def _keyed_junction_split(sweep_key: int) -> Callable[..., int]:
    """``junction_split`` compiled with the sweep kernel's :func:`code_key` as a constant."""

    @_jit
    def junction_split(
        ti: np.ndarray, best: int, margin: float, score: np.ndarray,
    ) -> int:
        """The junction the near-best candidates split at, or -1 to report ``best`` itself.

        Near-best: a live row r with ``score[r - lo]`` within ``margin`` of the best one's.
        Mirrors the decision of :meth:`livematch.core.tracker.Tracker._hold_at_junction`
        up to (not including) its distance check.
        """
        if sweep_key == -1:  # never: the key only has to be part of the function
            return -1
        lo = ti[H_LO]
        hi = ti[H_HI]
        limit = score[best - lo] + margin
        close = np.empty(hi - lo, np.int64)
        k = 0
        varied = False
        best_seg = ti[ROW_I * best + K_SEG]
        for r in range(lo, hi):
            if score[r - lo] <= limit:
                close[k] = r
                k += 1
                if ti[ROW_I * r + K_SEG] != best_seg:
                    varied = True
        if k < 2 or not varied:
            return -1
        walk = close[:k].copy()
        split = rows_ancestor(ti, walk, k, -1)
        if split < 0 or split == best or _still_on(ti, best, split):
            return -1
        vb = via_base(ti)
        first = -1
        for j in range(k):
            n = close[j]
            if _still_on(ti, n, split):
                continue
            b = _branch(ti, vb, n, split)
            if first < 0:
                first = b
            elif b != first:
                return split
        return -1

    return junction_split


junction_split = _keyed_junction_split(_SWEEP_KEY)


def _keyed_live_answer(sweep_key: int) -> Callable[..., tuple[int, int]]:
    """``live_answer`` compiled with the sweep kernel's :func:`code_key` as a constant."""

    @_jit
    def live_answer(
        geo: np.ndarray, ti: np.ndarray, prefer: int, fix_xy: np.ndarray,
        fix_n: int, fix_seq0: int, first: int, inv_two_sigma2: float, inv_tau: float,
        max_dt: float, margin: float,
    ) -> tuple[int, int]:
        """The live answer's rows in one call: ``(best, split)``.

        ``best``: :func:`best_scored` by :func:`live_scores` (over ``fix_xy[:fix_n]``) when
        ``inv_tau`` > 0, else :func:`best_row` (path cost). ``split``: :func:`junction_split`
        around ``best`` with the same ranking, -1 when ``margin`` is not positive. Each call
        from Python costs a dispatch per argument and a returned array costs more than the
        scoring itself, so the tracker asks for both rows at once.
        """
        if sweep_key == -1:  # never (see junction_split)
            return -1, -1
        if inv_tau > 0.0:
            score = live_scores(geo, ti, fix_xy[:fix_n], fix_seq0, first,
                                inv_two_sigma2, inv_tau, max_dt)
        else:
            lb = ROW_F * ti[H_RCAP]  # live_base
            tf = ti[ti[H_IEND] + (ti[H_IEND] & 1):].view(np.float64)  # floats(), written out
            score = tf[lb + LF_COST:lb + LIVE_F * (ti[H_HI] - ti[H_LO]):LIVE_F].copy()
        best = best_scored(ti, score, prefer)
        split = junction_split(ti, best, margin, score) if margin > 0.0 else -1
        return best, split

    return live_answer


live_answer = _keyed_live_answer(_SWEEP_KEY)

****************

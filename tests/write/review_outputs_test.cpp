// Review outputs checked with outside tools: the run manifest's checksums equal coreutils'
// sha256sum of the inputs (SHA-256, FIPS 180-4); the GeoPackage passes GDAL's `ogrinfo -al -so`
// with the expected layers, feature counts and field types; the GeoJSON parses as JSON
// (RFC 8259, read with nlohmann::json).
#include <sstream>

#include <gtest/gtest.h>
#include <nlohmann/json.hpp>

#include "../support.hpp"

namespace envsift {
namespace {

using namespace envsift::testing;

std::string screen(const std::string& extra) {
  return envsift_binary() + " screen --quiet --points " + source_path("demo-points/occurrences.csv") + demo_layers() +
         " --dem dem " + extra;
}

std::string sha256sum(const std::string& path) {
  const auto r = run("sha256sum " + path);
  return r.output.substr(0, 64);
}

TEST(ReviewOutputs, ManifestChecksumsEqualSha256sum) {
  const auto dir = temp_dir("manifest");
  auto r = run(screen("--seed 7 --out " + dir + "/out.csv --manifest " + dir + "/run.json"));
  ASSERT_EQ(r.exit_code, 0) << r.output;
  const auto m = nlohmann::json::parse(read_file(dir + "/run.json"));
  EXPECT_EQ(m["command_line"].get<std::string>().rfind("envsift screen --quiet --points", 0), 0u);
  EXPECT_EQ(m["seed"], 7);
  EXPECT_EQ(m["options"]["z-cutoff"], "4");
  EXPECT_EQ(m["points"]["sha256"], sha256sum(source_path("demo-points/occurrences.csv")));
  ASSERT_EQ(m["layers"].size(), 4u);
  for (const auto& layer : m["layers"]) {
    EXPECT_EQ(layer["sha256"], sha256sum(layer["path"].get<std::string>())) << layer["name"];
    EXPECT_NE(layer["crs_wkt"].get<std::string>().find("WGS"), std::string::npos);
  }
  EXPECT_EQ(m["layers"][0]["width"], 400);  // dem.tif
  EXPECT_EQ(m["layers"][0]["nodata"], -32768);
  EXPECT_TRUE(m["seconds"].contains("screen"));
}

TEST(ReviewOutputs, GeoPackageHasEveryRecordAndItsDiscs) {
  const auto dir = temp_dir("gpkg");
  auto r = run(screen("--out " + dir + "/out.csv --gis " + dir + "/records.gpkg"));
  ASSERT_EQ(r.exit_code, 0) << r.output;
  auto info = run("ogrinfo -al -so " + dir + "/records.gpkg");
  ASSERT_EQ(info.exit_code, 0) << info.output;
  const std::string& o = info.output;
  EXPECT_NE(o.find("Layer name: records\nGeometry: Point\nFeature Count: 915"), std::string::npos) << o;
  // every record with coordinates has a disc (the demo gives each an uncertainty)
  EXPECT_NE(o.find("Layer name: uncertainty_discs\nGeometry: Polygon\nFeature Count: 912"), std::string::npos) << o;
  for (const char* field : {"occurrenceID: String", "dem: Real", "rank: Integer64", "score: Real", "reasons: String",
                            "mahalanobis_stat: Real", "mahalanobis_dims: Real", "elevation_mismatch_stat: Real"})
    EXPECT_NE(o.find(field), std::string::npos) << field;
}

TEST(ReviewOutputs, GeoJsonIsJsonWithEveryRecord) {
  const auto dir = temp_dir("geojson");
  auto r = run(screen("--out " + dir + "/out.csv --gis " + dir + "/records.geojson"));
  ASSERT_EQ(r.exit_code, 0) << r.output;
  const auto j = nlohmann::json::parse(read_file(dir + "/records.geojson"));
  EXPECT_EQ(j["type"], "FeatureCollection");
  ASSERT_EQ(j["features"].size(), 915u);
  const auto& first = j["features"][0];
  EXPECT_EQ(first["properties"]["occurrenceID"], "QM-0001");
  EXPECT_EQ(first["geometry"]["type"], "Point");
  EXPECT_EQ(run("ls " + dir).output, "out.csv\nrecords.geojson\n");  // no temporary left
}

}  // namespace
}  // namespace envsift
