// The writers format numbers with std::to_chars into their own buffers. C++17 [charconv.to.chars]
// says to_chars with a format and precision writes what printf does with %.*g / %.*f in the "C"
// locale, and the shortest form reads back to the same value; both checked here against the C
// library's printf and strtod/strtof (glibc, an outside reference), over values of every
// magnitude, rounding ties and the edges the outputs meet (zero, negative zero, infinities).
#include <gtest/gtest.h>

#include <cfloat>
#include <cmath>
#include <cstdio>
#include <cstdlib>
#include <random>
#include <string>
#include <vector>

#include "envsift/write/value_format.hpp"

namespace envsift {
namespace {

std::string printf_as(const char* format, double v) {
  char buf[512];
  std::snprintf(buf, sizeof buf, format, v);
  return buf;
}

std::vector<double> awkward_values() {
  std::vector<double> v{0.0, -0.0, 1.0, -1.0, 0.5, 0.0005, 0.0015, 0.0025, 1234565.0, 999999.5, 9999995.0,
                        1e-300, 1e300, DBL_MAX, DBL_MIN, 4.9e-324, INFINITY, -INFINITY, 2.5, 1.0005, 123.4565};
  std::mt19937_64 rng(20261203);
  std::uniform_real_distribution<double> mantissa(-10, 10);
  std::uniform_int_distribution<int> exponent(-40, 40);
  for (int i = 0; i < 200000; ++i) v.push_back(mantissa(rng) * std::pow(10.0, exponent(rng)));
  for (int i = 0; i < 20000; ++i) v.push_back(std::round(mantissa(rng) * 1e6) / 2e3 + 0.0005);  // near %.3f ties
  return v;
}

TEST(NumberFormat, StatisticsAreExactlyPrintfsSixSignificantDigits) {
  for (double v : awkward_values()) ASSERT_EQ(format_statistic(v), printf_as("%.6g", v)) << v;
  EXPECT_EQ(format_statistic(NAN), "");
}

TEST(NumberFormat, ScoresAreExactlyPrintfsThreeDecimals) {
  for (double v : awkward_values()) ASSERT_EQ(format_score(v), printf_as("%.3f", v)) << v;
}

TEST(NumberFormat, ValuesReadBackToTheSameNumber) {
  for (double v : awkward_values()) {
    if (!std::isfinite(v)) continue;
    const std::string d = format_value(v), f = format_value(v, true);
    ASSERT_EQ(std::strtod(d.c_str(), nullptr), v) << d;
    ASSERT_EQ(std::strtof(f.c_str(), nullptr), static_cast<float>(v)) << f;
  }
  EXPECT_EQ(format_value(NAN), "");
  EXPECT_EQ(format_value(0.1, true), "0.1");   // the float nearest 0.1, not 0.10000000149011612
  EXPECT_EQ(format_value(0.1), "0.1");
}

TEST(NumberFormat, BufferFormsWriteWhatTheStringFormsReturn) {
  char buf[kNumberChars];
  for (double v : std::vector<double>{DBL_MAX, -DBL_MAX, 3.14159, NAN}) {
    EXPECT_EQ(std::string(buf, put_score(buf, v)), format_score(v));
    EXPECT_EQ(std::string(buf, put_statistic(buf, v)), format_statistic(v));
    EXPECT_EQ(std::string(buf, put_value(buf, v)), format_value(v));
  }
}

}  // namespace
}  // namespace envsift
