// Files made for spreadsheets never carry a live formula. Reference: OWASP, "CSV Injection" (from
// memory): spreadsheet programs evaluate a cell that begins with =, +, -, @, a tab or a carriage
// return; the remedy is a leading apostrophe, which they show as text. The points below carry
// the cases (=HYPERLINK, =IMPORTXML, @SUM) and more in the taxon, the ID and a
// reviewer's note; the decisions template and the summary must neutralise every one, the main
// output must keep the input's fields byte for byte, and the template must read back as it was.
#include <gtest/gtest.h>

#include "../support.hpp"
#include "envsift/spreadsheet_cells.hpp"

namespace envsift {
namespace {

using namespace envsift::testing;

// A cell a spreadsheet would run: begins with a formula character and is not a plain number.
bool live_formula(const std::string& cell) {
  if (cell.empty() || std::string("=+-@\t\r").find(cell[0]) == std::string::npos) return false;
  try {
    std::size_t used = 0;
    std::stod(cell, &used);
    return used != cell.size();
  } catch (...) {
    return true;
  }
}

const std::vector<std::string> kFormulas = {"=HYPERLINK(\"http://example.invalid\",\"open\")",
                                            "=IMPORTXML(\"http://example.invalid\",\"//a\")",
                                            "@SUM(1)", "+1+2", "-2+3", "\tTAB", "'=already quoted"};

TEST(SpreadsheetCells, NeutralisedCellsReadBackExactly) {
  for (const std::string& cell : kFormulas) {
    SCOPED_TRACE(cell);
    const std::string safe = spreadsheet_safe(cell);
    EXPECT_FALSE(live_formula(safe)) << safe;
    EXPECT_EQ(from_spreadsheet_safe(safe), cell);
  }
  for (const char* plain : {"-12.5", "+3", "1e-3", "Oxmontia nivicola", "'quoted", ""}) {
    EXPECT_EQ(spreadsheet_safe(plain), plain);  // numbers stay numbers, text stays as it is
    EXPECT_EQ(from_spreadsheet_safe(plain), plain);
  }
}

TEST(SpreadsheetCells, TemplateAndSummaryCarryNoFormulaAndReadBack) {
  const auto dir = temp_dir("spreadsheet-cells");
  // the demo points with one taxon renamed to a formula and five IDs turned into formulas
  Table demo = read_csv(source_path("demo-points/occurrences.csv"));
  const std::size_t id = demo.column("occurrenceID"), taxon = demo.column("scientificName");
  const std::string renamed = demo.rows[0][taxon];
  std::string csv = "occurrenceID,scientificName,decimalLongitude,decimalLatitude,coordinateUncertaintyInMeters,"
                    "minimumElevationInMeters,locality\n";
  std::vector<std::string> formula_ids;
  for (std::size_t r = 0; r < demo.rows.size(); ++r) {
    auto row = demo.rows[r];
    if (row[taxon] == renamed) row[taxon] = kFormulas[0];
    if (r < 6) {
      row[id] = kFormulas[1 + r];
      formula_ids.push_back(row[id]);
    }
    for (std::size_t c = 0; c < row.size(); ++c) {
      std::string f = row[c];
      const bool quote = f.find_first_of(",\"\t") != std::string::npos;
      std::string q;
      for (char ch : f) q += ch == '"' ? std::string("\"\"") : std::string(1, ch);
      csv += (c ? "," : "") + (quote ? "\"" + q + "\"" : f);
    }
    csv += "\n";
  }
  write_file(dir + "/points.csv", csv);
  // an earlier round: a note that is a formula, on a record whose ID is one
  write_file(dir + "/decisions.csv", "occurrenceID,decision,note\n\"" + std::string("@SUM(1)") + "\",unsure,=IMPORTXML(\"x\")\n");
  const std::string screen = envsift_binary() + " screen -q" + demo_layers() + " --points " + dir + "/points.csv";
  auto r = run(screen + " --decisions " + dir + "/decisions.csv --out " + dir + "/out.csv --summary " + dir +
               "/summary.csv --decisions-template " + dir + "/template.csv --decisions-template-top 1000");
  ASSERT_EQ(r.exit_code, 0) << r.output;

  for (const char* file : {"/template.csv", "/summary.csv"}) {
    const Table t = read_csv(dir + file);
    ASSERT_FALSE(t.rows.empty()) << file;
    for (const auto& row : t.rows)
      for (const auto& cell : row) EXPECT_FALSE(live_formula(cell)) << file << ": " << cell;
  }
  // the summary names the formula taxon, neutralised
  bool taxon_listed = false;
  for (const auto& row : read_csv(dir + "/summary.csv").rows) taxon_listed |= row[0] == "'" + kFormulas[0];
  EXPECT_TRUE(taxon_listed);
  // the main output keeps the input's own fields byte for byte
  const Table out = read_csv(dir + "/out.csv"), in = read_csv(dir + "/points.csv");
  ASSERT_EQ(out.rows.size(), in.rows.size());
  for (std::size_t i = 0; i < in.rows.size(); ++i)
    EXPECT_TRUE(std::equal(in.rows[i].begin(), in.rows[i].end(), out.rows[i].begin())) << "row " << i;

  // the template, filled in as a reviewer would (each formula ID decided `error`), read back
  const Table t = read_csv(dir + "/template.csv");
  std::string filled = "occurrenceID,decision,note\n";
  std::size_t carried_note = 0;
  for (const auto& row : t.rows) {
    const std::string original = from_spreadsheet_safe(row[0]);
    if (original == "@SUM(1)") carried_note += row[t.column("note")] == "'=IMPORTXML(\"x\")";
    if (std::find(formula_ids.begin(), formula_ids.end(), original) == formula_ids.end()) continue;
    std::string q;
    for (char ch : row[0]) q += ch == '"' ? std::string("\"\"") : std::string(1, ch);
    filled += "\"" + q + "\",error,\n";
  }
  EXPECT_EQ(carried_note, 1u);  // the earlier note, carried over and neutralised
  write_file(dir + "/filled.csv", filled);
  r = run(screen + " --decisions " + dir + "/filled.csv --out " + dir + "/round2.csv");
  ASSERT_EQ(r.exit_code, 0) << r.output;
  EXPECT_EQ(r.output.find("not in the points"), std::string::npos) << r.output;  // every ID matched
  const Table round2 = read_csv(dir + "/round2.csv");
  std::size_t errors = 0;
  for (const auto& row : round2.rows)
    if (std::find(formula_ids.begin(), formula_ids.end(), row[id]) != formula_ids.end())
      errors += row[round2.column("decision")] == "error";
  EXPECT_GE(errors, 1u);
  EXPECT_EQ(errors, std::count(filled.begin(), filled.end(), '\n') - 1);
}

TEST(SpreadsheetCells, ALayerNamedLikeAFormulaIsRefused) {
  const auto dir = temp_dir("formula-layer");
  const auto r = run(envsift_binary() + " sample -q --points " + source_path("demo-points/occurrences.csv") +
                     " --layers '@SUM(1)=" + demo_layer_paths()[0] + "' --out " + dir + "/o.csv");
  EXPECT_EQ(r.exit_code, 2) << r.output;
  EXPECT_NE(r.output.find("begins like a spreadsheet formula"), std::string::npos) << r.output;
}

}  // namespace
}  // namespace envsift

****************

(The task)
Please output exactly the lines between the one holding "Files made for" and the one holding "bool live_formula(const std::string&" in the records above, inclusive, and nothing more.

(Response to the task)
// Files made for spreadsheets never carry a live formula. Reference: OWASP, "CSV Injection" (from
// memory): spreadsheet programs evaluate a cell that begins with =, +, -, @, a tab or a carriage
// return; the remedy is a leading apostrophe, which they show as text. The points below carry
// the cases (=HYPERLINK, =IMPORTXML, @SUM) and more in the taxon, the ID and a
// reviewer's note; the decisions template and the summary must neutralise every one, the main
// output must keep the input's fields byte for byte, and the template must read back as it was.
#include <gtest/gtest.h>

#include "../support.hpp"
#include "envsift/spreadsheet_cells.hpp"

namespace envsift {
namespace {

using namespace envsift::testing;

// A cell a spreadsheet would run: begins with a formula character and is not a plain number.
bool live_formula(const std::string& cell) {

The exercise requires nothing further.